_PROBLEM STATEMENT:_ Include in the output exactly the lines from the opening of the data through the line containing "for (size_t k = 0; k < members.n;", and nothing more.

_RECORDS:_
━━━━━━━━━━
START_TEST(faults_leave_the_rest_alone)
{
    lay_ring(&bench.ring, _i);
    set_bench();
    enumerate_all(&bench.ring.job);
    const struct wiring *recorded = &bench.recorded, *changed = &bench.changed;
    for (size_t i = 0; i < members.n; i++) {
        const struct fault *fault = &members.faults[i];
        unsigned carried = fault->family->fields;
        apply_one(fault);
        for (size_t k = 0; k < recorded->n_wires; k++)
            if (!wire_is_concerned(fault, &recorded->wires[k]))
                ck_assert(same_wire(&recorded->wires[k], &changed->wires[k]));
        for (size_t k = 0; k < bench.ring.job.n_places * N_CONDUCTORS; k++)
            if (!(carried & FIELD_AT) || k / N_CONDUCTORS != fault->place)
                ck_assert_int_eq(recorded->front[k], changed->front[k]);
        for (size_t k = 0; k < N_SETUPS; k++)
            if (!(carried & (FIELD_CROSS_SETUP | FIELD_LINK_SETUP)) || k != fault->setup)
                ck_assert_mem_eq(&recorded->links[k], &changed->links[k], sizeof(struct links));
    }
    clear_bench();
}
END_TEST

/* Each family's first and last member, twice over and in both orders: solvable, within capacity. */
START_TEST(faults_compose)
{
    lay_ring(&bench.ring, _i);
    set_bench();
    struct fault chosen[64];
    size_t n = 0;
    for (size_t i = 0; i < n_fault_families; i++) {
        enumerate_family(fault_families[i], &bench.ring.job);
        if (members.n > 0) {
            chosen[n++] = members.faults[0];
            chosen[n++] = members.faults[members.n - 1];
        }
    }
    for (size_t i = 0; i < n; i++)
        for (size_t k = 0; k < n; k++) {
            struct hypothesis three = {.faults = {chosen[i], chosen[k], chosen[i]}, .n_faults = 3};
            apply_all(&three);
            three.n_faults = 2;
            apply_all(&three);
            read_all(&bench.changed, bench.mean);
        }
    clear_bench();
}
END_TEST

START_TEST(every_pair_fits)
{
    lay_ring(&bench.ring, _i);
    set_bench();
    enumerate_all(&bench.ring.job);
    for (size_t i = 0; i < members.n; i++)
        for (size_t k = 0; k < members.n; k++)
            apply_all(&(struct hypothesis){.faults = {members.faults[i], members.faults[k]},
                                           .n_faults = 2});
    clear_bench();
}
END_TEST

/* --- readings worked out by hand --- */

/* One ring for all: P1 … P4 with runs of 6.5, 4, 9, 3.5, 7 m, 30 m in all. */
static const double per_m_live = 0.00741, per_m_cpc = 0.0121;

static double reading_of(const char *setup, enum spot spot, size_t place)
{
    struct measurement wanted = {setup_find(setup), spot, place};
    for (size_t i = 0; i < bench.n_measured; i++)
        if (measurement_equal(&bench.measured[i], &wanted))
            return bench.mean[i];
    ck_abort_msg("no such reading: %s", setup);
    return 0;
}

static void hypothesise(size_t n, const struct fault faults[])
{
    struct hypothesis hypothesis = {.n_faults = n};
    for (size_t i = 0; i < n; i++)
        hypothesis.faults[i] = faults[i];
    apply_all(&hypothesis);
    read_all(&bench.changed, bench.mean);
}

#define SUPPOSE(...)                                                                               \
    do {                                                                                           \
        const struct fault supposed[] = {__VA_ARGS__};                                             \
        hypothesise(sizeof supposed / sizeof *supposed, supposed);                                 \
    } while (0)
#define JOINT(of, c)                                                                               \
    {                                                                                              \
        .family = &fault_family_joint, .run = of, .conductor = c                                   \
    }
#define SPUR(...)                                                                                  \
    {                                                                                              \
        .family = &fault_family_spur, .chain = {__VA_ARGS__}, .chain_length = 1                    \
    }
#define READS(setup, spot, place, ohms)                                                            \
    ck_assert_double_eq_tol(reading_of(setup, spot, place), ohms, 1e-12)
#define OPEN -1.0

static void set_ring_of_four(void)
{
    lay_ring(&bench.ring, 2);
    set_bench();
}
━━━━━━━━━━
_EXERCISE ANSWER:_
START_TEST(faults_leave_the_rest_alone)
{
    lay_ring(&bench.ring, _i);
    set_bench();
    enumerate_all(&bench.ring.job);
    const struct wiring *recorded = &bench.recorded, *changed = &bench.changed;
    for (size_t i = 0; i < members.n; i++) {
        const struct fault *fault = &members.faults[i];
        unsigned carried = fault->family->fields;
        apply_one(fault);
        for (size_t k = 0; k < recorded->n_wires; k++)
            if (!wire_is_concerned(fault, &recorded->wires[k]))
                ck_assert(same_wire(&recorded->wires[k], &changed->wires[k]));
        for (size_t k = 0; k < bench.ring.job.n_places * N_CONDUCTORS; k++)
            if (!(carried & FIELD_AT) || k / N_CONDUCTORS != fault->place)
                ck_assert_int_eq(recorded->front[k], changed->front[k]);
        for (size_t k = 0; k < N_SETUPS; k++)
            if (!(carried & (FIELD_CROSS_SETUP | FIELD_LINK_SETUP)) || k != fault->setup)
                ck_assert_mem_eq(&recorded->links[k], &changed->links[k], sizeof(struct links));
    }
    clear_bench();
}
END_TEST

/* Each family's first and last member, twice over and in both orders: solvable, within capacity. */
START_TEST(faults_compose)
{
    lay_ring(&bench.ring, _i);
    set_bench();
    struct fault chosen[64];
    size_t n = 0;
    for (size_t i = 0; i < n_fault_families; i++) {
        enumerate_family(fault_families[i], &bench.ring.job);
        if (members.n > 0) {
            chosen[n++] = members.faults[0];
            chosen[n++] = members.faults[members.n - 1];
        }
    }
    for (size_t i = 0; i < n; i++)
        for (size_t k = 0; k < n; k++) {
            struct hypothesis three = {.faults = {chosen[i], chosen[k], chosen[i]}, .n_faults = 3};
            apply_all(&three);
            three.n_faults = 2;
            apply_all(&three);
            read_all(&bench.changed, bench.mean);
        }
    clear_bench();
}
END_TEST

START_TEST(every_pair_fits)
{
    lay_ring(&bench.ring, _i);
    set_bench();
    enumerate_all(&bench.ring.job);
    for (size_t i = 0; i < members.n; i++)
        for (size_t k = 0; k < members.n; k++)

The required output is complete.